Thanks for your discussions. All your questions and advices are welcome!

[+] rob_c|4 years ago|reply
Black boxes of computing magic good...

Please install 30GB+ of "trustworthy" tools to run a magical analysis over 100MB of data that was cleaned by hand to optimise signal over noise without selection bias...

Don't get me wrong GPUs and FPGAs are amazing. But why people implicitly trust huge stacks of code to do all their work for them without at least verifying it works properly is beyond me.

I've seen papers that should have been retracted due to "minor" numerical bugs in upstream code. (minor here because it's a "rare" side effect of using a tool that doesn't cause a security problem)

Fine if you're working in sales or computing or an insurance company, crappy when you're trying to do science or healthcare with the same tools imo.

[+] mirker|4 years ago|reply
Paper is stretching by picking favorable benchmarks. It’s not ResNet on ImageNet, folks. It’s AlexNet on Fashion-MNIST.

AlexNet (2012) is out of date. The performance each parameter brings is less than newer models. Newer models, apart from just being better, use convolutions more extensively, which have less parameters than linear/affine layers. The authors describe this choice in Section 4, even showing how they have to retrofit a 224x224 model to the small fashion MNIST 28x28 dataset they use.

Therefore, when you embed a big payload into AlexNet, you should not be surprised that you lose little accuracy. Your model is a low accuracy model to begin with and the model’s parameter counts are fluffed up by its choice of layers.

[+] blunte|4 years ago|reply
Not what the paper discusses, but the title gives me a thought: can you train a neural net with a specific, predictable behavior that would generally go undetected but which you could use to your advantage? I suspect you could.

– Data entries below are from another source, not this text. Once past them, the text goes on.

import type { BaseToken } from './tokens.ts';
import type { PaletteKey } from './segment-tokens.ts';

/** What a cord's core wears: one of the eight palettes, or nothing. */
export type CorePalette = PaletteKey | 'none';

/** A token as a paint that follows the theme wherever the shape is shown. */
export const paint = (token: BaseToken): string => `var(--${token})`;

/** Paints of a segment's core and of the letter and pattern on it. */
export const segmentPaint = (
  palette: CorePalette,
  inJacket = false,
): { readonly core: string; readonly on: string } => {
  const name = inJacket && palette === 'h' ? 'tracer-h' : `seg-${palette}`;
  return { core: `var(--${name})`, on: `var(--${name}-on)` };
};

Imagine building an apparently useful trained model for finance which you have a special way to predict the behavior of and profit from. (This could also be likened to formal human finance education, which certain elite groups take advantage of, but I don't mean to go into conspiracy theory territory...)

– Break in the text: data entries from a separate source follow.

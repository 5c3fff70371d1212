import fc from 'fast-check';
import { describe, expect, it } from 'vitest';
import { loadOf } from '#engine/load/load-of.ts';
import type { LoadReport } from '#engine/load/load-of.ts';
import { reach } from '#engine/flood/reach.ts';
import type { Design } from '#engine/model/design.ts';
import type { MergePatch } from '#engine/model/merge-patch.ts';
import { applyPatch } from '#engine/model/merge-patch.ts';
import { indexNetwork } from '#engine/network/index-network.ts';
import { generatedDesign } from '../../support/generated-designs.ts';

const rate = fc.integer({ min: 1, max: 2_000_000_000 });
const mix = fc.array(
  fc.record({ packetBytes: fc.integer({ min: 68, max: 1600 }), weight: fc.integer({ min: 1, max: 9 }) }),
  { minLength: 1, maxLength: 3 },
);

/** Demands between any hosts, some of them without what others have. */
const loaded: fc.Arbitrary<Design> = fc
  .tuple(
    generatedDesign,
    fc.array(
      fc.record({
        from: fc.nat(99),
        to: fc.nat(99),
        forwardBps: rate,
        reverseBps: fc.option(rate, { nil: undefined }),
        mix: fc.option(mix, { nil: undefined, freq: 8 }),
        flows: fc.option(fc.integer({ min: 1, max: 9 }), { nil: undefined }),
      }),
      { minLength: 1, maxLength: 4 },
    ),
  )
  .map(([design, demands]) => {
    const hosts = Object.keys(design.devices).filter((id) => design.devices[id]!.kind === 'host');
    const entries = demands.map(({ from, to, ...rest }, i) => {
      const known = Object.fromEntries(Object.entries(rest).filter(([, value]) => value !== undefined));
      const host = (n: number) => ({ host: hosts[n % hosts.length]! });
      return [`d${i}`, { segment: 'a', from: host(from), to: host(to), ...known }] as const;
    });
    return applyPatch(design, { demands: Object.fromEntries(entries) } as MergePatch);
  });

const report = (design: Design): LoadReport => {
  const answer = loadOf(design);
  if (!answer.ok) throw new Error(JSON.stringify(answer.problems));
  return answer;
};
const runs = { numRuns: 150 };

describe('the load of any design', () => {
  it('goes on from hop to hop undiminished, and adds up to what demands offer', () => {
    fc.assert(
      fc.property(loaded, (design) => {
        const { demands, elements } = report(design);
        const sums = new Map<string, number>();
        for (const { demand, ...ways } of demands)
          for (const way of ['forward', 'reverse'] as const) {
            const { direction } = ways[way];
            if (direction.state !== 'carried') continue;
            const offered = design.demands[demand]![way === 'forward' ? 'forwardBps' : 'reverseBps'];
            const packets = new Set(direction.hops.map(({ load }) => load?.packetsPerSecond));
            expect(packets.size).toBeLessThanOrEqual(1);
            for (const { crossing, load } of direction.hops) {
              if (load === undefined) continue;
              expect(load.innerRateBps).toBe(offered);
              expect(load.outerRateBps).toBeGreaterThanOrEqual(load.innerRateBps);
              // Rounded up to whole bits, the smallest rates look alike.
              expect(load.wireRateBps).toBeGreaterThanOrEqual(load.outerRateBps);
              expect(load.framesPerSecond).toBeGreaterThanOrEqual(load.packetsPerSecond);
              const key = `${crossing.collection} ${crossing.id} ${crossing.from}`;
              sums.set(key, (sums.get(key) ?? 0) + load.wireRateBps);
            }
          }
        for (const { element, direction, load } of elements) {
          if (direction !== 'a-to-b' && direction !== 'b-to-a') continue;
          const key = `${element.collection} ${element.id} ${direction === 'a-to-b' ? 'a' : 'b'}`;
          expect(load.wireRateBps).toBe(sums.get(key) ?? 0);
        }
      }),
      runs,
    );
  });

  it('is carried exactly where a broadcast gets', () => {
    fc.assert(
      fc.property(loaded, (design) => {
        const network = indexNetwork(design);
        for (const { demand, forward } of report(design).demands) {
          const { from, to } = design.demands[demand]!;
          if (!('host' in from) || !('host' in to) || from.host === to.host) continue;
          const delivery = reach(network, { host: from.host }).deliveries.find(
            ({ host }) => host === to.host,
          );
          expect(forward.direction.state).toBe(delivery === undefined ? 'parted' : 'carried');
          if (forward.direction.state !== 'carried') continue;
          expect(forward.direction.hops).toHaveLength(delivery!.path.length);
        }
      }),
      runs,
    );
  });

  it('never falls with a demand more', () => {
    fc.assert(
      fc.property(loaded, (design) => {
        const [last] = Object.keys(design.demands).sort().reverse();
        const fewer = report(applyPatch(design, { demands: { [last!]: null } }));
        const more = report(design);
        const keyOf = ({ element, direction, cipher }: LoadReport['elements'][number]) =>
          `${element.collection} ${element.id} ${direction} ${cipher}`;
        const loads = new Map(more.elements.map((one) => [keyOf(one), one.load]));
        for (const one of fewer.elements)
          for (const [name, value] of Object.entries(one.load))
            expect(loads.get(keyOf(one))![name as keyof typeof one.load]).toBeGreaterThanOrEqual(value);
        const used = new Map(more.limits.map((one) => [one.limit.key, one.used]));
        for (const one of fewer.limits) expect(used.get(one.limit.key)).toBeGreaterThanOrEqual(one.used);
      }),
      runs,
    );
  });
});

[+] xyzzy21|4 years ago|reply
You mean like a "mole" or "sleeper cell"? :-)

Just give it the right input and it turns on its masters.

[+] 123pie123|4 years ago|reply
Neuralnet/ ML version of "Order 66"
[+] high_byte|4 years ago|reply
useless. they suggested no means to execute the malware - once it is extracted the antivirus WILL detect the unmodified malware. you'd be better off zipping with password or even simple XOR over the data would "evade" detection... until you run it raw.
[+] rjmunro|4 years ago|reply
I can imagine that in some circumstances, it's possible if an evil insider downloads some random large random data files, it may trigger alarms. If they download a large Neural Network Model, that would be expected for whatever work they do - they could legitimately ask for it to be whitelisted by their firewall. They'd then have to write a small python script from memory to extract the malware, but it's pretty unlikely.
[+] CloselyChunky|4 years ago|reply
AFAIK antivirus systems do (did?) not scan RAM, only persistent memory. So decrypting/decoding the malware in-memory and jumping into the code should avoid detection. That's how "runtime crypters" work or used to work a few years ago.
[+] bencollier49|4 years ago|reply
I'm rather looking forward to / dreading the spectacle of people poisoning the Copilot training set with obfuscated malware...
[+] theshadowknows|4 years ago|reply
I was thinking the same thing. Would it be feasible to hide dozens or even hundreds of small pieces of code that, when deployed enough times, operate together as one large piece of malware. Say a few lines of code here that cause some memory to leak in a server context. A few over there that cause the server to occasionally reach out to some public destination and a few others that, if they should so happen to be reached out to will know the origin is poisoned and set in motion some sort of attack…it would be the opposite approach to highly targeted attacks. But, if we have tools that offer up code snippets then surely we’re going to have people blindly using them just through inexperience. So it seems plausible at least that it could act as an attack vector.